An assessment in nursing is an on going process which will take place throughout the nursing process and will help the nurses to get direct contact with the patient as well as his true feelings towards his condition.

The assessment that I am going to do is on "skin" of my friend.

A prior permission has been secured from the person.

Subjective data: The person says; "My skin is very dry and irritating."

Objective data: On observation; person's skin looks dry and flaky.

Assessment:

Any changes in the skin can be due to the result of changes that occurs in an individual both externally as well as internally.

- before taking any physical assessment a brief health history of the patient should be collected from either the patient himself or from the family members. This may include:

a. Changes in the pigmentation was not present i.e., no colour change was present either to pale yellow colour or to red colour. Also the changes in the mole was not observed.

b. Presence of rashes and pruritis was not seen in the person's skin.

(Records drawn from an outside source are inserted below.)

"""Published values as data: the tables beside this module, read without anything of the program."""

from __future__ import annotations

import csv
from dataclasses import dataclass
from fractions import Fraction
from pathlib import Path

_HERE = Path(__file__).parent


def rows(name: str) -> list[dict[str, str]]:
    """Return the rows of one of the tables."""
    with (_HERE / name).open(encoding="utf-8", newline="") as file:
        return list(csv.DictReader(file))


def exact(text: str) -> Fraction:
    """Return a number written as decimals with * and /, exactly."""
    product = Fraction(1)
    for part in text.split("*"):
        first, *divisors = part.split("/")
        product *= Fraction(first)
        for divisor in divisors:
            product /= Fraction(divisor)
    return product


@dataclass(frozen=True)
class Factor:
    """One unit: value in SI = number * factor + zero."""

    kind: str
    label: str
    factor: Fraction
    zero: Fraction
    source: str


def unit_factors() -> list[Factor]:
    """Return the published factor of every unit of every kind."""
    return [
        Factor(row["kind"], row["label"], exact(row["factor"]), exact(row["zero"]), row["source"])
        for row in rows("unit_factors.csv")
    ]
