"""Findings and sentences against plain calls of the property library and calculations by hand."""

from __future__ import annotations

import pytest
from CoolProp.CoolProp import PropsSI

from gaugeside.checks.perform import perform, request
from gaugeside.checks.sheet import Answer
from gaugeside.quantities import SEA_LEVEL, Dress, Kind, unit, write
from unit.check_tools import ask, number, refusal, said

ATMOSPHERE = 101325.0
DATUMS = ("iir", "ashrae", "nbp")


def r134a(output: str, pressure: float, celsius: float) -> float:
    return float(PropsSI(output, "P", pressure, "T", celsius + 273.15, "R134a"))


@pytest.mark.parametrize("datum", DATUMS)
def test_pump_inlet_follows_from_its_outlet(datum: str) -> None:
    """By hand: liquid hardly gives way, so its enthalpy rises by v dp / efficiency."""
    found = ask(
        "component", "R-717", datum=datum, component="pump", inlet="2 bar g", outlet="5 bar g, -12 C",
        isentropic_efficiency="60 %", mass_flow="1 kg/s",
    )  # fmt: skip
    density = PropsSI("D", "P", 2e5 + ATMOSPHERE, "T", 261.05, "Ammonia")
    # The density changes by less than 0.1 % on the way.
    assert number(found, "power_to_refrigerant") == pytest.approx(3e5 / density / 0.6, rel=2e-3)
    assert found.findings["inlet_region"] == "subcooled liquid"


def test_readings_that_disagree_are_told_with_their_sign() -> None:
    found = ask(
        "component", "R-134a", component="compressor", inlet="2 bar abs, 0 C", outlet="8 bar abs, 60 C",
        mass_flow="0.05 kg/s", electrical_power="3 kW", motor_efficiency="90 %", isentropic_efficiency="50 %",
    )  # fmt: skip
    first, second = r134a("H", 2e5, 0), r134a("H", 8e5, 60)
    ideal = PropsSI("H", "P", 8e5, "S", r134a("S", 2e5, 0), "R134a") - first
    electrical = 100 * (3000 * 0.9 / (0.05 * (second - first)) - 1)
    efficiency = 100 * (ideal / (second - first) / 0.5 - 1)
    assert electrical > 0
    assert efficiency > 0
    assert f"motor and drive efficiency is {electrical:+.1f} % off the power to the refrigerant" in said(found)
    assert f"the isentropic efficiency by the states is {efficiency:+.1f} % off the one typed" in said(found)


@pytest.mark.parametrize("datum", DATUMS)
def test_two_enthalpies_are_told_apart_without_the_datum(datum: str) -> None:
    refused = refusal(
        "component", "R-134a", datum=datum, component="expansion", inlet="8 bar abs, 25 C", outlet="2 bar abs, x 0.2"
    )
    apart = (PropsSI("H", "P", 2e5, "Q", 0.2, "R134a") - r134a("H", 8e5, 25)) / 1e3
    assert f"the outlet enthalpy typed is {apart:+.2f} kJ/kg off the inlet's" in refused.message


def test_liquid_suction_exchanger_with_both_sides_measured() -> None:
    found = ask(
        "component", "R-134a", component="liquid-suction", inlet="10 bar abs, 35 C", outlet="10 bar abs, 28 C",
        suction_inlet="2.5 bar abs, 0 C", suction_outlet="2.5 bar abs, 15 C", mass_flow="0.1 kg/s",
    )  # fmt: skip
    given = r134a("H", 10e5, 35) - r134a("H", 10e5, 28)
    taken = r134a("H", 2.5e5, 15) - r134a("H", 2.5e5, 0)
    assert found.unresolved is None
    assert number(found, "heat_exchanged") == pytest.approx(0.1 * given, rel=1e-6)
    assert number(found, "effectiveness") == pytest.approx(15 / 35, rel=1e-9)
    off = f"{100 * (taken / given - 1):+.1f} %"
    assert f"heat taken up by the suction gas is {off} off the heat given off by the liquid" in said(found)


def test_motor_above_one_is_not_blamed_on_the_shell() -> None:
    found = ask(
        "component", "R-134a", component="compressor", inlet="2 bar abs, 0 C", outlet="8 bar abs, 60 C",
        power="3 kW", electrical_power="2 kW",
    )  # fmt: skip
    assert number(found, "motor_efficiency") == pytest.approx(1.5, rel=1e-12)
    assert found.remarks["motor_efficiency"].text == "above 100 % cannot be"
    assert [remark.text for remark in found.cautions] == ["Motor efficiency above 100 %: a reading is wrong."]


def test_vacuum_at_the_suction_gauge_is_told_although_the_clamp_is_above_atmosphere() -> None:
    found = ask(
        "superheat",
        "R-134a",
        suction_pressure="-0.05 bar g",
        suction_pressure_drop="0.1 bar",
        suction_temperature="-15 C",
    )
    dew = PropsSI("T", "P", ATMOSPHERE + 5e3, "Q", 1, "R134a")
    assert number(found, "superheat") == pytest.approx(258.15 - dew, abs=1e-6)
    assert "Suction is below the atmosphere" in said(found)
    assert found.remarks["saturated_suction_temperature"].text == "at the pipe clamp"


def test_suction_above_the_critical_point_is_no_gas_cooler() -> None:
    found = ask("superheat", "R-744", suction_pressure="80 bar g", discharge_pressure="100 bar g")
    said_of_suction = next(note.text for note in found.cautions if note.text.startswith("Suction"))
    assert "gas cooler" not in said_of_suction
    assert "no superheat" in said_of_suction


def test_a_fan_between_the_readings_is_part_of_the_sensible_heat() -> None:
    """By hand with the ideal-gas formulas of the ASHRAE Handbook, chapter on psychrometrics; within 1 % of real gas.

    27 °C with a wet bulb of 19.5 °C to 13 °C at 95 %, one cubic metre per second at the inlet.
    """
    found = ask(
        "stream", "", medium="air", inlet="27 C", inlet_wet_bulb="19.5 C", outlet="13 C",
        outlet_relative_humidity="95 %", flow="3600 m3/h", fan_or_pump_heat="1 kW",
    )  # fmt: skip
    # Saturation pressures of water at 19.5 and 13 °C [kPa], steam tables, from memory.
    bulb = 0.62198 * 2.2678 / (101.325 - 2.2678)
    entering = ((2501 - 2.326 * 19.5) * bulb - 1.006 * 7.5) / (2501 + 1.86 * 27 - 4.186 * 19.5)
    leaving = 0.62198 * 0.95 * 1.4981 / (101.325 - 0.95 * 1.4981)
    flow = 101.325 / (0.287042 * 300.15 * (1 + 1.607858 * entering))
    sensible = flow * (1.006 + 1.86 * leaving) * 14 + 1
    latent = flow * (entering - leaving) * (2501 + 1.86 * 27 - 4.186 * 13)
    assert number(found, "sensible_heat") / 1e3 == pytest.approx(sensible, rel=0.01)
    assert number(found, "latent_heat") / 1e3 == pytest.approx(latent, rel=0.02)
    whole = number(found, "sensible_heat") + number(found, "latent_heat")
    assert whole == pytest.approx(number(found, "heat_rejected"), rel=1e-12)


# An invented R-134a machine: 2.0 and 10.1 bar abs, saturated at -10.08 and 39.8 °C.
MACHINE = {
    "suction_pressure": "2.0 bar abs", "suction_temperature": "0 C", "discharge_pressure": "10.1 bar abs",
    "discharge_temperature": "68 C", "liquid_temperature": "33 C",
}  # fmt: skip


def test_suction_colder_than_its_dew_point_gives_no_heats() -> None:
    """Pressure and temperature alone would make the suction gas a liquid and the heat absorbed negative."""
    found = ask("machine", "R-134a", **{**MACHINE, "suction_temperature": "-11 C"}, heat_rejected="17 kW")
    dew = PropsSI("T", "P", 2e5, "Q", 1, "R134a")
    assert number(found, "superheat") == pytest.approx(262.15 - dew, abs=1e-6)
    assert {"heat_absorbed", "isentropic_efficiency", "volumetric_capacity"}.isdisjoint(found.findings)
    assert "suction pipe reads below the dew point" in said(found)
    assert "suction (vapour, not a pipe below the dew point)" in said(found)


def test_liquid_warmer_than_its_bubble_point_gives_no_heats() -> None:
    found = ask("machine", "R-134a", **{**MACHINE, "liquid_temperature": "42 C"}, mass_flow="0.14 kg/s")
    bubble = PropsSI("T", "P", 10.1e5, "Q", 0, "R134a")
    assert number(found, "subcooling") == pytest.approx(bubble - 315.15, abs=1e-6)
    assert {"heat_absorbed", "heat_rejected", "flash_fraction"}.isdisjoint(found.findings)
    work = 0.14 * (r134a("H", 10.1e5, 68) - r134a("H", 2e5, 0))
    assert number(found, "power_to_refrigerant") == pytest.approx(work, rel=1e-7)


def test_shell_loss_hides_the_isentropic_efficiency_of_the_machine_too() -> None:
    found = ask("machine", "R-134a", **MACHINE, electrical_power="8 kW", drive="hermetic", shell_loss="0.4 kW")
    assert "isentropic_efficiency" not in found.findings
    assert "the compression is not adiabatic" in said(found)
    flow = 7600 / (r134a("H", 10.1e5, 68) - r134a("H", 2e5, 0))
    assert number(found, "mass_flow") == pytest.approx(flow, rel=1e-7)


def test_limit_of_a_cascade_is_that_of_both_stages() -> None:
    """By hand: 80 kW at -25 °C to 25 °C take at least 80 kW x 50 / 248.15; both draw 20 + 25 kW."""
    below = {"heat_absorbed": 80e3, "heat_rejected": 100e3, "electrical_power": 20e3, "power_to_refrigerant": 20e3}
    asked = request(
        "machine",
        "R-717",
        {"suction_pressure": 2.9e5, "stage_below": below, "electrical_power": 25e3, "drive": "hermetic",
         "space_temperature": 248.15, "sink_temperature": 298.15},
        site=SEA_LEVEL,
        datum="iir",
        dress=Dress(),
    )  # fmt: skip
    found = Answer.from_plain(perform(asked)["answer"])
    assert number(found, "minimum_power") == pytest.approx(80e3 * 50 / 248.15, rel=1e-12)
    assert number(found, "overall_cop_refrigerator") == pytest.approx(80 / 45, rel=1e-12)
    assert number(found, "second_law_efficiency") == pytest.approx(80 / 45 * 50 / 248.15, rel=1e-12)
    # The upper refrigerant is warmer than the space, as it must be.
    assert "cooled space is not warmer" not in said(found)


def test_heat_gained_by_the_suction_line_is_no_cooling() -> None:
    """Heat rejected and power give what enters; evaporator and line share it by their enthalpy changes."""
    typed = {name: text for name, text in MACHINE.items() if name != "discharge_temperature"}
    found = ask(
        "machine", "R-134a", **typed, evaporator_outlet_temperature="-6 C", heat_rejected="30 kW",
        electrical_power="8 kW", drive="hermetic",
    )  # fmt: skip
    liquid, leaving, suction = r134a("H", 10.1e5, 33), r134a("H", 2e5, -6), r134a("H", 2e5, 0)
    assert number(found, "mass_flow") == pytest.approx(22e3 / (suction - liquid), rel=1e-7)
    assert number(found, "heat_absorbed") == pytest.approx(22e3 * (leaving - liquid) / (suction - liquid), rel=1e-7)


@pytest.mark.parametrize(
    ("value", "kind", "label", "text"),
    [
        (124.0, Kind.POWER, "kW", "0.124 kW"), (124.0, Kind.POWER, "hp", "0.166 hp"),
        (21400.0, Kind.POWER, "kW", "21.40 kW"), (20.98, Kind.POWER, "Btu/h", "71.6 Btu/h"),
        (0.00149, Kind.MASS_FLOW, "kg/s", "0.00149 kg/s"),
        (0.0001, Kind.MASS_FLOW, "kg/h", "0.360 kg/h"), (-0.0001, Kind.MASS_FLOW, "kg/h", "-0.360 kg/h"),
        (0.0, Kind.POWER, "kW", "0.00 kW"), (-0.0, Kind.POWER, "kW", "0.00 kW"), (1e-9, Kind.POWER, "kW", "0.00 kW"),
        (0.01 / 3600, Kind.VOLUME_FLOW, "m3/h", "0.0100 m3/h"),
    ],
)  # fmt: skip
def test_small_flows_and_powers_keep_three_digits(value: float, kind: Kind, label: str, text: str) -> None:
    """Factors of NIST SP 811 (2008), appendix B.8, by hand."""
    assert write(value, unit(kind, label), kind, SEA_LEVEL) == text


def test_a_refrigerant_without_a_safety_class_is_not_passed_over() -> None:
    """R-41 has no class in ASHRAE 34, and burns."""
    assert "R-41: no safety class is known here." in said(ask("saturation", "R-41", reading="10 bar abs"))
    assert "safety class" not in said(ask("saturation", "R-134a", reading="10 bar abs"))


def test_compressor_that_draws_below_the_atmosphere() -> None:
    typed = {"component": "compressor", "outlet": "6 bar abs, 60 C", "mass_flow": "0.01 kg/s"}
    assert "Suction is below the atmosphere" in said(ask("component", "R-600a", **typed, inlet="0.9 bar abs, 0 C"))
    assert "Suction is below the atmosphere" not in said(ask("component", "R-600a", **typed, inlet="1.1 bar abs, 0 C"))


def test_more_gas_than_the_displacement_holds_is_told() -> None:
    found = ask("machine", "R-134a", **MACHINE, mass_flow="0.14 kg/s", displacement="50 m3/h")
    share = 0.14 / (50 / 3600 * r134a("D", 2e5, 0))
    assert share > 1
    assert number(found, "volumetric_efficiency") == pytest.approx(share, rel=1e-7)
    assert "cannot be" in found.remarks["volumetric_efficiency"].text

c. Asked about the person having any of the encounters of any kind of bruising or bleedings present over the skin as well as the moles (in order to eliminate clotting disorders or cancer). It was absent for the person.

d. Asked the person about any changes in the shape, size or colour in the mole or the nevi which was also absent.

e. Asked the person for the presence of any dryness or excessive sweating present over the palms as well as the other body parts (in cases such as endocrine disorders or tuberculosis). The person replied of having dryness over the skin from past few days.

f. Confirmed about any previous disease of the skin that might have occured to the person over the past years (such as psoriasis or eczema). It was absent in her.

Physical examination:

It is very important to note the appearance of the skin in order to identify the diseased skin with the healthy one.

The assessment starts with the general inspection leading to the detailed examination for more prominent results.

a. Colour of the skin: according to the person's race, the skin colour of the person was light brown.

b. Temperature: the person's skin temperature was warm which is normal (checked using back of the hand).

c. Skin turgority: skin turgority was checked by pinching the person's skin with a thumb and an index finger for few seconds, and the result was normal.

d. Moisture: the dryness of the skin was checked and the skin was dry which can be caused by using of irritating soap, over bathing or due to hypothyroidism.

e. Odour: no body odour was found.

f. Scars: absence of any kind of scars in the entire body.

g. Masses: no masses or tenderness over the skin was located.

h. Capillary refill: capillary refill was checked for presence of anemia. The finding was negative and the refill for the person was quick.

i. Nails: checked the mail bed colour which was pink in colour and the clubbing of finger was absent in the person.

j. Lesions: gently palpated over the skin to find the lesions on the person but it was not found.

k. Birthmarks or moles: both were identified and checked for any changes in shape, size and colour but it was negative.

Hence, the person was having the dryness over her skin which might be due to irritating soap or over bathing.